The plugin defaults to a 5DOF movement scheme with radius change and movement along ‘perpendicular Great circles’. Yaw is around camera position vector, and pitch controls the angle between camera direction and camera position vector. Roll in 5DOF controls FOV. You can even pitch upside down and the controls will reverse accordingly. Roll is always leveled (0 or 180deg.)
Cesium standard movement controls are along camera direction, rotate around Earth’s North-South pole (0,0,1), and rotate around a ‘right vector’ obtained by crossing (0,0,1) and camera position. This mimics rotating a physical globe mounted on a stand. There is no physical stand that allows one to rotate a globe along any arbitrary Great circle though, save for one levitated via air flow or and electric/magnetic field.
6DOF option is great for interplanetary travel. At the moment Cesium features the Earth, the Moon, and the Sun(sprite). You can reach the Sun in under a minute, so you really can travel at warp speed! Though variable controllers like a 3DMice would be required for fine control at high speeds. Later I plan to make something like a cockpit instrument panel with a plethora of readouts, many of which will aid in navigation.

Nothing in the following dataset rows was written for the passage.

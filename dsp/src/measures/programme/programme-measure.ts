import { DspInputError } from '../../errors.js';
import { makeWarning } from '../../record/make-warning.js';
import type { BenchRecord, RecordBody } from '../../record/record.js';
import type { SampleSource } from '../../source/sample-source.js';
import type { AnalysisContext, AnalysisSettings, Measure } from '../measure.js';
import { alignStimulus, type AlignedStimulus } from '../shared/align-stimulus.js';
import { assembleRecord } from '../shared/assemble-record.js';
import { selectByName } from '../shared/open-analysis.js';
import { createProgress } from '../shared/progress.js';
import { settleBand, settleHighestHarmonic } from '../shared/settings-band.js';
import { groupParts } from './group-parts.js';
import { measureSegment } from './measure-segment.js';
import { partTitle } from './name-of-part.js';
import { placeParts } from './place-parts.js';

/** Share of the work that finding the marks takes. */
const MARKS_SHARE = 0.08;

/**
 * Makes the measure of a programme: every part found, aligned and measured by its own measure, in one record.
 *
 * @param measures - those that the parts call for; a part without one is named in a warning
 */
export function createProgrammeMeasure(measures: readonly Measure[]): Measure {
  return {
    id: 'programme',
    title: 'Programme',
    analyse: (source, settings, context) => analyseProgramme(measures, source, settings, context),
  };
}

async function analyseProgramme(
  measures: readonly Measure[],
  source: SampleSource,
  settings: AnalysisSettings,
  context: AnalysisContext,
): Promise<BenchRecord> {
  if (settings.fromS !== undefined || settings.toS !== undefined) refuseRange(settings, context);
  const progress = createProgress(context.onProgress);
  const band = settleBand(settings, source.sampleRateHz, null);
  const { names } = selectByName(source, settings);
  const knowledge = await alignStimulus(
    source,
    context,
    { measure: 'programme', assumedName: 'programme' },
    (share) => progress(share * MARKS_SHARE),
  );
  const place = await placeParts(source, knowledge);
  const aligned: AlignedStimulus = {
    ...knowledge,
    speed: place.speed,
    clockOffsetPpm: place.isClockKnown ? (place.speed - 1) * 1e6 : null,
  };
  const groups = groupParts(place.parts);
  const totalS = groups.reduce((sum, group) => sum + durationOf(group), 0);
  const segments: RecordBody[] = [];
  const warnings = [...place.warnings];
  let doneS = 0;
  for (const group of groups) {
    const measure = measures.find(({ id }) => id === group[0].measure);
    if (measure === undefined) {
      warnings.push(
        makeWarning('segment-not-measured', {
          name: partTitle(group[0]),
          reason: 'there is no such measure',
        }),
      );
      continue;
    }
    const share = durationOf(group) / totalS;
    const before = doneS / totalS;
    const tell = (part: number): void => {
      progress(MARKS_SHARE + (1 - MARKS_SHARE) * (before + share * part));
    };
    const result = await measureSegment(
      source,
      askedOf(settings),
      { ...context, onProgress: tell },
      aligned,
      group,
      measure,
    );
    if (result.body !== null) segments.push(result.body);
    warnings.push(...result.warnings);
    doneS += durationOf(group);
  }
  if (segments.length === 0) {
    throw new DspInputError('NOTHING_MEASURABLE', 'no part of the programme could be measured', {
      remedy: 'Check that the right file was played and the recorder’s input was open.',
    });
  }
  const reference = referenceOf(segments);
  return assembleRecord(source, settings, context, {
    measure: 'programme',
    range: { from: 0, to: source.frameCount },
    windowName: 'none',
    fftLength: 0,
    averages: 0,
    bandLowHz: band.lowHz,
    bandHighHz: band.highHz,
    highestHarmonic: settleHighestHarmonic(settings),
    reference,
    stimulus: {
      name: 'programme',
      recognisedBy: knowledge.recognisedBy,
      delayS: knowledge.delayS,
      clockOffsetPpm: aligned.clockOffsetPpm,
      polarity: knowledge.polarity,
    },
    channels: names.map((channel) => ({
      channel,
      figures: {},
      limits: {},
      uncertainty: {},
      harmonics: [],
      components: [],
      traces: {},
    })),
    between: { figures: { clockOffsetPpm: aligned.clockOffsetPpm }, traces: {} },
    segments: segments.map((segment) => ({
      ...segment,
      reference: segment.reference.unitFullScaleDbfs === null ? reference : segment.reference,
    })),
    warnings,
  });
}

/** The parts' places are the programme's own. */
function askedOf(settings: AnalysisSettings): AnalysisSettings {
  return { ...settings, fromS: undefined, toS: undefined };
}

function durationOf(group: readonly { readonly fromS: number; readonly toS: number }[]): number {
  return group.reduce((sum, { fromS, toS }) => sum + toS - fromS, 0);
}

/** The steps know the unit's full scale best: from their level far below any bend. */
function referenceOf(segments: readonly RecordBody[]): RecordBody['reference'] {
  const known = segments.filter(({ reference }) => reference.unitFullScaleDbfs !== null);
  const best = known.find(({ measure }) => measure === 'level-steps') ?? known.at(0);
  return best?.reference ?? { unitFullScaleDbfs: null, from: null };
}

/** A whole recording spelt out as a range, as a record's settings do, is no range. */
function refuseRange({ fromS, toS }: AnalysisSettings, { capture }: AnalysisContext): void {
  const isWhole = (fromS ?? 0) === 0 && (toS ?? capture.durationS) >= capture.durationS * (1 - 1e-8);
  if (isWhole) return;
  throw new DspInputError('BAD_ARGUMENT', 'a programme is measured whole: leave the range out', {
    remedy: 'To look at a stretch of it, name one of its measures.',
  });
}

Another reason to use a 3DMouse is not only do you have 350 levels per direction (as opposed to just 1 with keyboard) and that it is incredibly intuitive, but you can also perform all 6 axis at the same time (and with one hand.)
Keyboards have a limited amount of keys that can be pressed at the same time
Microsoft provided a test here (some keyboards can’t even handle as few as 3 keys at the same time for certain combinations)

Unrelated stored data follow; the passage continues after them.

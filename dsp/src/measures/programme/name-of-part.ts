import { STIMULUS_KINDS } from '../../stimulus/stimulus-kinds.js';
import { partNumber, type AlignedPart } from '../shared/align-stimulus.js';

/** The stimulus that a programme's part is, by its measure and, of pairs, by the tones' ratio. */
export function stimulusNameOf(part: Pick<AlignedPart, 'measure' | 'parameters'>): string {
  const kinds = STIMULUS_KINDS.filter(({ measure }) => measure === part.measure);
  const ratio = partNumber(part, 'amplitudeRatio');
  const isModulation = ratio !== null && ratio > 1;
  const kind = kinds.find(({ name }) => ratio === null || name.startsWith('modulation') === isModulation);
  return kind?.name ?? part.measure;
}

/** What a part is called in a sentence. */
export function partTitle(part: Pick<AlignedPart, 'measure' | 'parameters' | 'channels'>): string {
  return `"${stimulusNameOf(part)}"`;
}
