import { useMemo } from 'react';
import type { ChartSource } from '@/components/charts/chart-source';
import { conditionsLine } from '../../model/record-words';
import type { BodyView } from './body-view';

/** What an exported chart says it is from, and what its file is called. */
export function useChartSource({ capture, detail, body, segment }: BodyView, what: string): ChartSource {
  const { id, createdAt } = detail;
  return useMemo(
    () => ({
      recordId: id,
      date: createdAt,
      conditions: conditionsLine(capture, body),
      fileStem: [
        capture.number === null ? 'take' : `capture-${capture.number}`,
        segment === null ? null : `part-${segment}`,
        what,
      ]
        .filter((part) => part !== null)
        .join('-'),
    }),
    [capture, id, createdAt, body, segment, what],
  );
}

http://www.microsoft.com/appliedsciences/content/projects/KeyboardGhostingDemo.aspx
An explanation of the electronics involved
http://www.microsoft.com/appliedsciences/content/projects/AntiGhostingExplained.aspx
Chromium browsers (Chrome/Opera) will no longer have the annoying disconnect issue! Someone at the Chromium dev team bought a Space Navigator a few days ago and determined that it was a Raw Input issue and fixed it! This fixes all Raw Input devices, not just 3DMice. https://code.google.com/p/chromium/issues/detail?id=413805 They are currently working on getting the range normalized as well.
Chromium browsers remain the only ones that currently support 3DMice, which are categorized as Multi-Axis USB HID devices.
I’ve assisted in squashing the only remaining Raw Input bug in Chromium https://code.google.com/p/chromium/issues/detail?id=482744
Now 3D Mice shall work flawlessly in Chrome/Opera once these fixes find their way into future versions of these browsers.
The fixes are already in today’s Chrome Canary version 44.0.2391.0 ! Now you can minimize browser, switch tabs, reload, all without fear of losing connection to the 3D Mouse (or any other Raw Input device.) I already updated my test page for the proper -1 to +1 input range, along with updating to Cesium 1.9.
Did you update the files since 2015? With current software the SpaceMouse cannot control Cesium's camera.